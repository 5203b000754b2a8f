"""``shaftwatch demo``: the simulated survey of the invented demo plant."""

import json

import pytest

from engine.cli import main
from engine.demo_plant import PLANT, demo_signal, expected_velocity_mm_s


def test_demo_survey_json(capsys):
    assert main(["demo", "--week", "15", "--json"]) == 0
    d = json.loads(capsys.readouterr().out)
    assert d["site"] == "Demo Works" and d["week"] == 15
    assert len(d["points"]) == sum(len(m.points) for m in PLANT.machines)
    by = {(r["machine"], r["point"]): r for r in d["points"]}
    # The measured overall velocity agrees with the simulator's analytic level (first
    # principles: Σ (A·g_n/ω)²/2 over the lines in 10–1000 Hz) within 5 %.
    for key in [("P-101", "pump DE H"), ("P-102", "pump DE V"), ("F-201", "fan DE H")]:
        signal, info = demo_signal(*key, 15, fs_hz=25600.0)
        expected = expected_velocity_mm_s(signal, fs_hz=25600.0, band_hz=(10.0, 1000.0))
        assert by[key]["velocity_rms_mm_s"] == pytest.approx(expected, rel=0.05)


def test_demo_table_and_bad_week(capsys):
    assert main(["demo", "--week", "1"]) == 0
    out = capsys.readouterr().out
    assert "P-102" in out and "velocity mm/s RMS" in out and "invented" in out
    assert main(["demo", "--week", "40"]) == 2
    assert "--week must be between 1 and 16" in capsys.readouterr().err
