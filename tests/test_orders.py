"""Computed order tracking against run-ups built from first principles
(engine.simulate: orders are cos(2π k θ(t) + φ) with θ the integrated speed)."""

import numpy as np
import pytest

from engine.errors import InputError
from engine.orders import (order_cut, order_spectrum, resample_to_angle, speed_waterfall,
                           time_synchronous_average)
from engine.simulate import MachineSignal, Resonance, synthesize
from engine.tach import detect_pulses

FS = 25600.0
ORDERS = {1.0: (1.0, 0.3), 2.0: (0.5, 1.1), 4.3: (0.2, 2.0)}
TONE_HZ, TONE_G = 800.0, 1.0


def run_up(t):
    """600 → 3600 rpm in 10 s, linear."""
    return 600.0 + 300.0 * np.clip(t, 0.0, 10.0)


@pytest.fixture(scope="module")
def run_up_record():
    sig = MachineSignal(rpm=600.0, speed_wobble=0.0, orders=ORDERS,
                        fixed_tones_hz={TONE_HZ: TONE_G}, noise_g_rms=0.05, seed=4)
    rec = synthesize(sig, fs_hz=FS, duration_s=10.0, rpm_profile=run_up, tach_ppr=1)
    tach = detect_pulses(rec.channels[1].samples, FS)
    return rec.channels[0].samples, tach


def test_order_spectrum_of_a_run_up(run_up_record):
    # Fyfe & Munck (1997): after angular resampling the speed-locked components are
    # lines at their orders with their amplitudes (here the orders and peak
    # amplitudes given to engine.simulate): within 0.02 orders and 3 %.
    x, tach = run_up_record
    s = order_spectrum(x, FS, tach, max_order=20.0, order_resolution=0.05)
    assert s.warnings == [] and s.scale == "peak" and s.unit == "g"
    assert s.order_resolution == pytest.approx(0.05)
    assert s.order[-1] == pytest.approx(20.0)
    assert 600.0 < s.rpm_min < 700.0 and 3500.0 < s.rpm_max <= 3600.0
    assert s.revolutions == pytest.approx(349.0, abs=1.0)  # ∫ 10 + 5t dt over 10 s
    for order, (amp, _) in ORDERS.items():
        near = np.flatnonzero(np.abs(s.order - order) <= 0.1)
        k = near[np.argmax(s.amplitude[near])]
        assert s.order[k] == pytest.approx(order, abs=0.02)
        assert s.amplitude[k] == pytest.approx(amp, rel=0.03)
    # The 800 Hz tone is not speed-locked: in orders it sweeps from 80 down to 13.3
    # and smears over many lines, so no line away from the three orders reaches 15 %
    # of the tone's own amplitude (a speed-locked component of that amplitude reads
    # 100 %, as the orders above do).
    away = (s.order > 0.2) & np.all([np.abs(s.order - o) > 0.2 for o in ORDERS], axis=0)
    assert s.amplitude[away].max() < 0.15 * TONE_G


def test_high_order_at_the_pass_edge_keeps_its_amplitude():
    # At steady speed order 20 sits right at the anti-alias filter's pass edge and at
    # 12.5 samples per cycle for the cubic interpolation (Fyfe & Munck 1997 on the
    # interpolation error): its amplitude must still read within 0.5 %.
    sig = MachineSignal(rpm=3000.0, speed_wobble=0.002, orders={20.0: (1.0, 0.0)}, seed=2)
    rec = synthesize(sig, fs_hz=FS, duration_s=4.0, tach_ppr=1)
    tach = detect_pulses(rec.channels[1].samples, FS)
    s = order_spectrum(rec.channels[0].samples, FS, tach, max_order=20.0, order_resolution=0.25)
    assert s.amplitude[-1] == pytest.approx(1.0, rel=5e-3)


def test_order_cut_through_a_resonance():
    # A single-degree-of-freedom resonance at 30 Hz, Q = 10 (Thomson, Theory of
    # Vibration: gain 1/(1 − r² + j r/Q), largest at r = √(1 − 1/(2Q²)) with
    # |H| = Q/√(1 − 1/(4Q²))) shapes 1× of a run-up through 1800 rpm.
    q, fn = 10.0, 30.0
    sig = MachineSignal(rpm=600.0, speed_wobble=0.0, orders={1.0: (1.0, 0.3)},
                        resonances=[Resonance(fn, q=q)], noise_g_rms=0.02, seed=4)
    rec = synthesize(sig, fs_hz=FS, duration_s=10.0, rpm_profile=run_up, tach_ppr=1)
    tach = detect_pulses(rec.channels[1].samples, FS)
    rpm, amp = order_cut(rec.channels[0].samples, FS, tach, 1.0)
    assert rpm.size > 300 and np.all(np.diff(rpm) > 0)
    gain = np.abs(Resonance(fn, q=q).gain(rpm / 60.0))
    r_peak = np.sqrt(1.0 - 1.0 / (2 * q * q))
    assert rpm[np.argmax(amp)] == pytest.approx(60.0 * fn * r_peak, rel=0.01)
    # The 8-revolution frames average the gain over about 1.3 Hz of the sweep, a
    # little below the sharp peak.
    assert amp.max() == pytest.approx(q / np.sqrt(1.0 - 1.0 / (4 * q * q)), rel=0.05)
    far = np.abs(rpm - 1800.0) > 300.0
    np.testing.assert_allclose(amp[far], gain[far], rtol=0.02)


def test_speed_waterfall_keeps_orders_on_rays_and_the_tone_fixed(run_up_record):
    # Campbell diagram: 1× lies at rpm/60 Hz at every speed, the fixed 800 Hz tone
    # stays at 800 Hz with its amplitude (Hann on a line: no scalloping).
    x, tach = run_up_record
    rpm, freq, amp = speed_waterfall(x, FS, tach, fmax_hz=1000.0, lines=400, rpm_step=100.0)
    assert amp.shape == (rpm.size, 401) and freq[-1] == pytest.approx(1000.0)
    assert rpm[0] == 700.0 and rpm[-1] == 3500.0 and np.all(np.diff(rpm) == 100.0)
    df = freq[1]
    low = freq < 100.0
    one_x = freq[np.argmax(np.where(low, amp, 0.0), axis=1)]
    np.testing.assert_allclose(one_x, rpm / 60.0, atol=df)
    k = int(round(TONE_HZ / df))
    np.testing.assert_allclose(amp[:, k], TONE_G, rtol=0.02)


def test_time_synchronous_average_recovers_the_shaft_waveform():
    # Time-domain averaging (Braun 1975, Acustica 32:69–77, from memory): the mean
    # over revolutions keeps the speed-locked waveform Σ A cos(2π k α + φ) (angle α
    # from the tach edge at θ = whole revolutions, engine.simulate) and averages out
    # a non-synchronous tone and noise, even with a slowly varying speed.
    orders = {1.0: (0.5, 0.2), 3.0: (0.3, 1.0), 11.0: (0.2, -0.7)}
    sig = MachineSignal(rpm=1500.0, speed_wobble=0.003, orders=orders,
                        fixed_tones_hz={777.7: 1.0}, noise_g_rms=0.3, seed=2)
    rec = synthesize(sig, fs_hz=FS, duration_s=10.0, tach_ppr=1)
    tach = detect_pulses(rec.channels[1].samples, FS)
    angle, wave = time_synchronous_average(rec.channels[0].samples, FS, tach,
                                           samples_per_rev=256)
    assert angle.size == 256 and angle[0] == 0.0 and angle[-1] == pytest.approx(360 - 360 / 256)
    alpha = angle / 360.0
    expected = sum(a * np.cos(2 * np.pi * k * alpha + ph) for k, (a, ph) in orders.items())
    # Residual: the noise over ~250 revolutions (0.3/√250 ≈ 0.02) and the tone's
    # incoherent remainder.
    assert np.sqrt(np.mean((wave - expected) ** 2)) < 0.04
    default_angle, _ = time_synchronous_average(rec.channels[0].samples, FS, tach)
    assert default_angle.size == 1024  # 25.6 kHz / 25 rev/s, as a power of 2


def test_angle_resampling_limits_are_reported(run_up_record):
    x, tach = run_up_record
    # A fixed 64 samples/rev cannot keep order 20 at 3600 rpm without aliasing at
    # 600 rpm ((64/2) · 10 Hz = 320 Hz): the filter is narrowed and the result says so.
    ang = resample_to_angle(x, FS, tach, max_order=20.0, samples_per_rev=64)
    assert ang.stop_hz <= 0.5 * 64 * ang.rpm_min / 60.0 + 1e-9
    assert any("attenuated" in w for w in ang.warnings)
    auto = resample_to_angle(x, FS, tach, max_order=20.0)
    assert auto.samples_per_rev == 512 and auto.warnings == []
    assert auto.pass_hz >= 20.0 * auto.rpm_max / 60.0 * (1 - 1e-9)
    with pytest.raises(InputError, match="2.56 × max_order"):
        resample_to_angle(x, FS, tach, max_order=20.0, samples_per_rev=32)
    with pytest.raises(InputError, match="lasts"):
        order_spectrum(x[: x.size // 2], FS, tach)
    with pytest.raises(InputError, match="revolutions"):
        order_spectrum(x, FS, tach, order_resolution=0.001)
    with pytest.raises(InputError, match="scale"):
        order_spectrum(x, FS, tach, scale="psd")
    with pytest.raises(InputError, match="TachResult"):
        order_spectrum(x, FS, tach.pulse_times_s)
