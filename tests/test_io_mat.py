"""Tests of the MATLAB .mat reader: v5 files written with scipy.io.savemat, v7.3 files
written with h5py in MATLAB's own layout, and a Case Western Reserve University
Bearing Data Center recording when the shared data folder is present."""

from __future__ import annotations

from pathlib import Path

import h5py
import numpy as np
import pytest
import scipy.io

from engine.errors import EngineWarning, InputError
from engine.io import read_recording
from engine.io.matfile import read_mat

CWRU_NORMAL = Path("/work/shared/data/cwru/normal_load0_97.mat")


def write_v73(path: Path, variables: dict[str, np.ndarray]) -> None:
    """Write a MATLAB v7.3 file as MATLAB does (layout from memory of MATLAB's files:
    HDF5 with a 512-byte user block that starts with the text header, every array
    stored column-major — so transposed as HDF5 sees it — with a MATLAB_class
    attribute)."""
    classes = {np.dtype("float64"): "double", np.dtype("float32"): "single",
               np.dtype("int16"): "int16", np.dtype("uint16"): "uint16"}
    with h5py.File(path, "w", userblock_size=512) as f:
        for name, value in variables.items():
            if isinstance(value, str):
                codes = np.array([[ord(c)] for c in value], dtype=np.uint16)
                ds = f.create_dataset(name, data=codes)
                ds.attrs["MATLAB_class"] = np.bytes_("char")
                continue
            a = np.atleast_2d(np.asarray(value))
            ds = f.create_dataset(name, data=a.T)
            ds.attrs["MATLAB_class"] = np.bytes_(classes[a.dtype])
        f.create_group("settings").attrs["MATLAB_class"] = np.bytes_("struct")
    header = b"MATLAB 7.3 MAT-file, Platform: GLNXA64, Created on: Mon Jan  6 10:00:00 2025 HDF5 schema 1.00 ."
    with open(path, "r+b") as f:
        f.write(header.ljust(116) + b"\x00" * 8 + b"\x00\x02IM")


def sine(n=2048, fs=1000.0, f=31.0):
    return np.sin(2 * np.pi * f * np.arange(n) / fs)


def test_v5_vector_with_fs_and_rpm(tmp_path):
    x = sine()
    path = tmp_path / "pump.mat"
    scipy.io.savemat(path, {"accel": x[:, None], "fs": 1000.0, "Motor_RPM": 1480,
                            "note": "DE horizontal"})
    rec = read_mat(path)
    assert rec.fs_hz == 1000.0 and rec.rpm == 1480.0 and rec.source == str(path)
    assert [c.name for c in rec.channels] == ["accel"] and rec.channels[0].unit == "g"
    np.testing.assert_array_equal(rec.channels[0].samples, x)


@pytest.mark.parametrize("fs_name", ["fs", "Fs", "sample_rate", "sampling_rate", "SampleRate"])
def test_sample_rate_variable_names(tmp_path, fs_name):
    path = tmp_path / "r.mat"
    scipy.io.savemat(path, {"x": sine()[None, :], fs_name: np.array([[2560.0]])})
    rec = read_mat(path, input_unit="mm/s")
    assert rec.fs_hz == 2560.0 and rec.channels[0].unit == "mm/s" and rec.rpm is None
    assert rec.n_samples == 2048  # a 1×N row vector is one channel


def test_matrix_orientations_give_channels(tmp_path):
    a = np.column_stack([sine(), 2 * sine(), 3 * sine()])  # N×3
    path = tmp_path / "m.mat"
    scipy.io.savemat(path, {"cols": a, "rows": a.T, "fs": 1000.0})
    by_cols = read_mat(path, variable="cols")
    by_rows = read_mat(path, variable="rows")
    assert [c.name for c in by_cols.channels] == ["cols_1", "cols_2", "cols_3"]
    for j in range(3):
        np.testing.assert_array_equal(by_cols.channels[j].samples, a[:, j])
        np.testing.assert_array_equal(by_rows.channels[j].samples, a[:, j])


def test_integer_arrays_are_read_as_stored_values(tmp_path):
    counts = (1000 * sine()).astype(np.int16)
    path = tmp_path / "i.mat"
    scipy.io.savemat(path, {"counts": counts[:, None]})
    rec = read_mat(path, sample_rate_hz=1000.0)
    assert rec.channels[0].samples.dtype == np.float64
    np.testing.assert_array_equal(rec.channels[0].samples, counts.astype(float))


def test_variable_choice_errors_list_the_candidates(tmp_path):
    path = tmp_path / "two.mat"
    scipy.io.savemat(path, {"DE_time": sine()[:, None], "FE_time": sine()[:, None],
                            "fs": 1000.0, "label": "pump"})
    with pytest.raises(InputError) as err:
        read_mat(path)
    text = str(err.value)
    assert "two.mat" in text and "DE_time" in text and "FE_time" in text and "--variable" in text
    with pytest.raises(InputError, match=r"two.mat: no variable named 'BA_time'.*DE_time"):
        read_mat(path, variable="BA_time")
    with pytest.raises(InputError, match="two.mat: variable 'label' is char"):
        read_mat(path, variable="label")
    assert read_mat(path, variable="FE_time").channels[0].name == "FE_time"
    tiny = tmp_path / "tiny.mat"
    scipy.io.savemat(tiny, {"x": np.arange(10.0), "fs": 1.0})  # fewer than 16 samples
    with pytest.raises(InputError, match="tiny.mat: no numeric array of at least 16"):
        read_mat(tiny)


def test_sample_rate_must_be_known(tmp_path):
    path = tmp_path / "nofs.mat"
    scipy.io.savemat(path, {"x": sine()[:, None]})
    with pytest.raises(InputError, match="nofs.mat: no sample rate.*give --sample-rate"):
        read_mat(path)
    assert read_mat(path, sample_rate_hz=5000.0).fs_hz == 5000.0
    with pytest.raises(InputError, match="nofs.mat: sample rate.*positive"):
        read_mat(path, sample_rate_hz=0.0)
    both = tmp_path / "both.mat"
    scipy.io.savemat(both, {"x": sine()[:, None], "fs": 1000.0, "Fs": 2000.0})
    with pytest.raises(InputError, match="both.mat: the file's sample-rate variables disagree"):
        read_mat(both)
    one = tmp_path / "one.mat"
    scipy.io.savemat(one, {"x": sine()[:, None], "fs": 1000.0})
    with pytest.warns(EngineWarning, match="one.mat: sample rate 2000 Hz given"):
        assert read_mat(one, sample_rate_hz=2000.0).fs_hz == 2000.0


def test_shapes_that_are_not_signals(tmp_path):
    path = tmp_path / "shape.mat"
    scipy.io.savemat(path, {"sq": np.ones((20, 20)), "cx": (1 + 1j) * sine()[:, None],
                            "fs": 100.0})
    with pytest.raises(InputError, match="shape.mat: variable 'sq' is square"):
        read_mat(path, variable="sq")
    with pytest.raises(InputError, match="shape.mat: variable 'cx' holds complex"):
        read_mat(path, variable="cx")


def test_not_a_mat_file(tmp_path):
    path = tmp_path / "junk.mat"
    path.write_bytes(b"this is not a MATLAB file at all" * 10)
    with pytest.raises(InputError, match="junk.mat: not a readable MATLAB"):
        read_mat(path)
    with pytest.raises(InputError, match="junk.mat"):
        read_recording(path, sample_rate_hz=1000.0)


def test_v73_in_matlab_layout_reads_like_v5(tmp_path):
    x = sine(4096)
    a = np.column_stack([x, -x]).astype(np.float32)
    v73 = tmp_path / "run73.mat"
    write_v73(v73, {"vib": a, "Fs": np.array(4096.0), "shaftRPM": np.array(1460.0),
                    "unit": "g"})
    with h5py.File(v73, "r") as f:
        assert f["vib"].shape == (2, 4096)  # column-major: HDF5 sees MATLAB's 4096×2 as 2×4096
    v5 = tmp_path / "run5.mat"
    scipy.io.savemat(v5, {"vib": a, "Fs": 4096.0, "shaftRPM": 1460.0, "unit": "g"})
    got73, got5 = read_mat(v73), read_mat(v5)
    assert got73.fs_hz == got5.fs_hz == 4096.0 and got73.rpm == got5.rpm == 1460.0
    assert len(got73.channels) == 2
    for c73, c5, want in zip(got73.channels, got5.channels, a.T):
        np.testing.assert_array_equal(c73.samples, want.astype(np.float64))
        np.testing.assert_array_equal(c5.samples, c73.samples)


def test_v73_vector_and_missing_variable(tmp_path):
    path = tmp_path / "vec73.mat"
    write_v73(path, {"x": sine()[:, None], "y": sine()[None, :]})
    with pytest.raises(InputError, match="vec73.mat: several variables.*x, y"):
        read_mat(path, sample_rate_hz=1000.0)
    rec = read_mat(path, variable="y", sample_rate_hz=1000.0)
    np.testing.assert_array_equal(rec.channels[0].samples, sine())
    with pytest.raises(InputError, match="vec73.mat: no variable named 'z'"):
        read_mat(path, variable="z", sample_rate_hz=1000.0)


def test_read_recording_dispatches_mat_with_full_scale(tmp_path):
    path = tmp_path / "clip.mat"
    x = np.clip(2.0 * sine(), -1.0, 1.0)  # clipped at ±1 (the declared range)
    scipy.io.savemat(path, {"x": x[:, None], "fs": 1000.0})
    rec = read_recording(path, full_scale=1.0)
    assert rec.channels[0].full_scale == 1.0
    assert [q.code for q in rec.quality] == ["clipping"]
    with pytest.raises(InputError, match="clip.mat: a time column applies"):
        read_recording(path, time_column=0)


@pytest.mark.skipif(not CWRU_NORMAL.exists(),
                    reason="Case Western Reserve University Bearing Data Center files are "
                           "not in /work/shared/data/cwru (shared data folder absent)")
def test_cwru_normal_baseline_recording():
    # Source: Case Western Reserve University Bearing Data Center, record 97 (normal
    # baseline, 0 hp): variable X097_DE_time, 1796 rpm stored in X097RPM, 12 kHz
    # stated by the data center (not stored in the file).
    rec = read_recording(CWRU_NORMAL, variable="X097_DE_time", sample_rate_hz=12000)
    assert rec.rpm == 1796.0
    assert rec.fs_hz == 12000.0 and rec.n_samples > 200_000
    assert len(rec.channels) == 1 and rec.channels[0].name == "X097_DE_time"
    assert rec.errors() == []
    # healthy accelerometer: near-zero mean and well under 1 g RMS (loose bounds, common
    # practice for a healthy rolling bearing; record 97 reads about 0.07 g)
    x = rec.channels[0].samples
    assert abs(x.mean()) < 0.1 and 0.01 < x.std() < 1.0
· · ·
> _How to complete this task_:
Report every line containing the string "alpha" in the material.

> _Exercise response_:
    alpha = angle / 360.0
    expected = sum(a * np.cos(2 * np.pi * k * alpha + ph) for k, (a, ph) in orders.items())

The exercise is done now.